Yael van der Wouden and Rachel Clarke win Women’s Prize book awards
Yael van der Wouden and Rachel Clarke win Women’s Prize book awards
LONDON (AP) — Dutch writer Yael van der Wouden won the Women’s Prize for Fiction on Thursday for her debut novel “The Safekeep,” a story of repressed emotion and suppressed historical memory in the Netherlands after World War II.
British physician Rachel Clarke won the Women’s Prize for Nonfiction for exploring the human drama behind organ donation in “The Story of a Heart.”
Both prizes carry a 30,000 pound ($41,000) purse and are open to female English-language writers from any country.
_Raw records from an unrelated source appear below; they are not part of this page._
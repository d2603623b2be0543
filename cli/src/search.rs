//! `layflow search`: find layouts with a low load-distance cost, write them for `compare`, and check them by simulation.

use std::path::{Path, PathBuf};
use std::time::Duration;

use clap::{Args, ValueEnum};
use indicatif::{ProgressBar, ProgressStyle};
use serde::Serialize;

use layflow_models::analysis::StaticPicture;
use layflow_models::plant::{Layout, Plant};
use layflow_models::search::qaplib::{self, Instance, Solution};
use layflow_models::search::{
    self, AnnealParams, LayoutCost, Limits, Method, Outcome, PlantProblem, Problem, Ranked, Settings,
    TabuParams, TracePoint,
};

use crate::compare::{CompareArgs, CompareFormat};
use crate::run::{duration_arg, SimOptions};
use crate::select::SelectArgs;
use crate::table::{num, whole, Table};
use crate::{load, output, plot, Failure, Format};

/// How long each method runs when neither --time-limit nor --iterations is given.
const DEFAULT_TIME_LIMIT_S: f64 = 10.0;

/// Arguments of `layflow search`.
#[derive(Args, Debug)]
#[command(
    after_help = "The search ranks layouts by the static method only (flow × distance, plus floor costs): \
                  queues, movers and congestion are not counted. Check the best layouts by simulation with \
                  --validate, or write them with --out and run `layflow compare`.\n\n\
                  Examples:\n  layflow search scenarios/demo.yaml\n  \
                  layflow search scenarios/demo.yaml --method all --time-limit 5s --plot search.svg\n  \
                  layflow search scenarios/demo.yaml --iterations 20000 --top 3 --out found.yaml --validate\n  \
                  layflow search --qaplib nug30.dat --method tabu --time-limit 2s"
)]
pub struct SearchArgs {
    /// The scenario file (YAML).
    #[arg(required_unless_present = "qaplib")]
    pub scenario: Option<PathBuf>,
    /// Search a QAPLIB instance (NAME.dat) instead of a scenario, to see how the methods do on a
    /// problem with a published optimum; NAME.sln beside it gives the gap.
    #[arg(long, value_name = "FILE.dat", conflicts_with_all = ["scenario", "out", "validate", "from"])]
    pub qaplib: Option<PathBuf>,
    /// Methods to run, separated by commas: tabu (robust tabu search, Taillard 1991), anneal
    /// (simulated annealing), exchange (steepest-descent pairwise exchange with random restarts), or all.
    #[arg(long, value_enum, value_delimiter = ',', default_value = "tabu")]
    pub method: Vec<MethodName>,
    /// Wall-clock time for each method, e.g. "10s" or "2 min" [default: 10s unless --iterations is given].
    #[arg(long, value_name = "DURATION")]
    pub time_limit: Option<String>,
    /// Stop each method after this many iterations: the same seed then gives the same layouts on any
    /// machine. With --time-limit too, whichever comes first.
    #[arg(long, value_name = "N")]
    pub iterations: Option<u64>,
    /// How many distinct layouts to report, write and validate.
    #[arg(long, value_name = "K", default_value_t = 3)]
    pub top: usize,
    /// The layout to start from and compare against [default: the first in the scenario].
    #[arg(long, value_name = "NAME")]
    pub from: Option<String>,
    /// Scale every product's demand by this factor before building the from-to chart
    /// (overrides demand_factor; also used by --validate).
    #[arg(long, value_name = "FACTOR")]
    pub demand: Option<f64>,
    /// Write the layouts found to this YAML file; add it to the scenario with
    /// `layout_files: [FILE]` and `layflow compare` runs them.
    #[arg(long, value_name = "FILE.yaml")]
    pub out: Option<PathBuf>,
    /// Names of the layouts found: PREFIX-1, PREFIX-2, ...
    #[arg(long, value_name = "PREFIX", default_value = "search")]
    pub prefix: String,
    /// Then simulate the starting layout and the layouts found with common random numbers
    /// (as `layflow compare` does) and report which runs best.
    #[arg(long)]
    pub validate: bool,
    /// The metric --validate ranks on (as in `layflow compare`).
    #[arg(long, value_name = "METRIC", default_value = "flow_time_s")]
    pub metric: String,
    #[command(flatten)]
    pub select: SelectArgs,
    /// Draw the best-so-far cost over time for each method to this SVG file.
    #[arg(long, value_name = "FILE.svg")]
    pub plot: Option<PathBuf>,
    /// Output format on stdout (the --validate comparison is a table).
    #[arg(long, value_enum, default_value_t = Format::Table)]
    pub format: Format,
    #[command(flatten)]
    pub sim: SimOptions,
}

/// A search method, as named on the command line.
#[derive(Clone, Copy, Debug, PartialEq, Eq, ValueEnum)]
pub enum MethodName {
    /// Robust tabu search (Taillard 1991).
    Tabu,
    /// Simulated annealing (Kirkpatrick, Gelatt and Vecchi 1983).
    Anneal,
    /// Steepest-descent pairwise exchange, restarted from random layouts.
    Exchange,
    /// All three, one after the other.
    All,
}

impl MethodName {
    fn key(self) -> &'static str {
        match self {
            MethodName::Tabu => "tabu",
            MethodName::Anneal => "anneal",
            MethodName::Exchange => "exchange",
            MethodName::All => "all",
        }
    }

    fn title(self) -> &'static str {
        match self {
            MethodName::Tabu => "robust tabu search (Taillard 1991)",
            MethodName::Anneal => "simulated annealing (Kirkpatrick et al. 1983)",
            MethodName::Exchange => "pairwise exchange, steepest descent",
            MethodName::All => "all",
        }
    }

    fn method(self) -> Method {
        match self {
            MethodName::Tabu | MethodName::All => Method::Tabu(TabuParams::default()),
            MethodName::Anneal => Method::Anneal(AnnealParams::default()),
            MethodName::Exchange => Method::Exchange { restarts: true },
        }
    }
}

/// The methods asked for, in a fixed order, each once.
fn methods(asked: &[MethodName]) -> Vec<MethodName> {
    let all = [MethodName::Tabu, MethodName::Anneal, MethodName::Exchange];
    if asked.contains(&MethodName::All) {
        return all.to_vec();
    }
    all.into_iter().filter(|m| asked.contains(m)).collect()
}

/// One method's run.
pub struct MethodRun {
    /// Which method.
    pub name: MethodName,
    /// What it found.
    pub outcome: Outcome,
}

impl MethodRun {
    /// The method's short name (`tabu`, `anneal`, `exchange`).
    pub fn key(&self) -> &'static str {
        self.name.key()
    }

    /// When its best was first reached.
    fn found_at(&self) -> Option<&TracePoint> {
        self.outcome.trace.last()
    }
}

fn limits(args: &SearchArgs) -> Result<Limits, Failure> {
    let time_s = match (&args.time_limit, args.iterations) {
        (None, Some(_)) => None,
        (given, _) => Some(duration_arg("--time-limit", given, DEFAULT_TIME_LIMIT_S)?),
    };
    if time_s == Some(0.0) {
        return Err(Failure::input("--time-limit must be more than 0 s"));
    }
    if args.iterations == Some(0) {
        return Err(Failure::input("--iterations must be at least 1"));
    }
    Ok(Limits { iterations: args.iterations, time_s, target: None })
}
Last year Van der Wouden became the first Dutch writer to be a finalist for the prestigious Booker Prize for “The Safekeep.” Set in the early 1960s, the novel centers on a Dutch family, their house, and the secrets they both hold.
Author Kit de Waal, who chaired the fiction judging panel, called it a “beautiful, shocking and sensuous” book that reveals “an aspect of war and the Holocaust that has been, until now, mostly unexplored in fiction.”
Van der Wouden told The Associated Press that the book is about “how we narrate history ... What is actively written out and what is written into it, and, indeed, what we actively choose to forget.”
Van der Wouden said in her acceptance speech that “hormonally, I am intersex,” and that fact “defined my life throughout my teens until I advocated for the healthcare that I needed.”
She said the fact she was “receiving truly the greatest honor of my life as a woman ... is because of every single trans person who’s fought for healthcare, who changed the system, the law, societal standards, themselves. I stand on their shoulders.”
Previous winners of the fiction prize, founded in 1996, include Zadie Smith, Tayari Jones and Barbara Kingsolver.
Last year, award organizers launched a companion nonfiction award to help rectify an imbalance in publishing. In 2022, only 26.5% of nonfiction books reviewed in Britain’s newspapers were by women, and male writers dominated established nonfiction writing prizes.
Clarke works as a palliative care doctor, and “The Story of a Heart” traces a transplant through the true stories of two children: one killed in a car crash, and one who could be saved by a new heart. Journalist Kavita Puri, who led the judges, said “Clarke’s writing is authoritative, beautiful and compassionate. The research is meticulous, and the storytelling is expertly crafted.”
Accepting the award, Clarke paid tribute to the families of both Keira, who died aged 9, and the recipient of her heart, Max – now a “strapping, 6 foot 2 16-year-old who likes kickboxing.”
“I knew that some people might feel daunted by the prospect of reading this book,” she told the AP. “It is a book about death, but it’s a book about life and what matters in life – and also something astounding, which is 100 years of medical breakthroughs that have enabled us to do this extraordinary, literally death-defying thing of transplanting people’s organs.”
Clarke said she hoped the book would be a counterweight to the “utterly unscientific rhetoric” coming from some politicians in the United States and elsewhere.
To mark the prize’s 30th birthday, writer Bernardine Evaristo was awarded a 100,000-pound ($136,000) Outstanding Contribution Award for her “transformative impact on literature and her unwavering dedication to uplifting under-represented voices.” Evaristo won the Booker Prize in 2019, and was a Women’s Prize finalist the following year, for “Girl, Woman, Other.”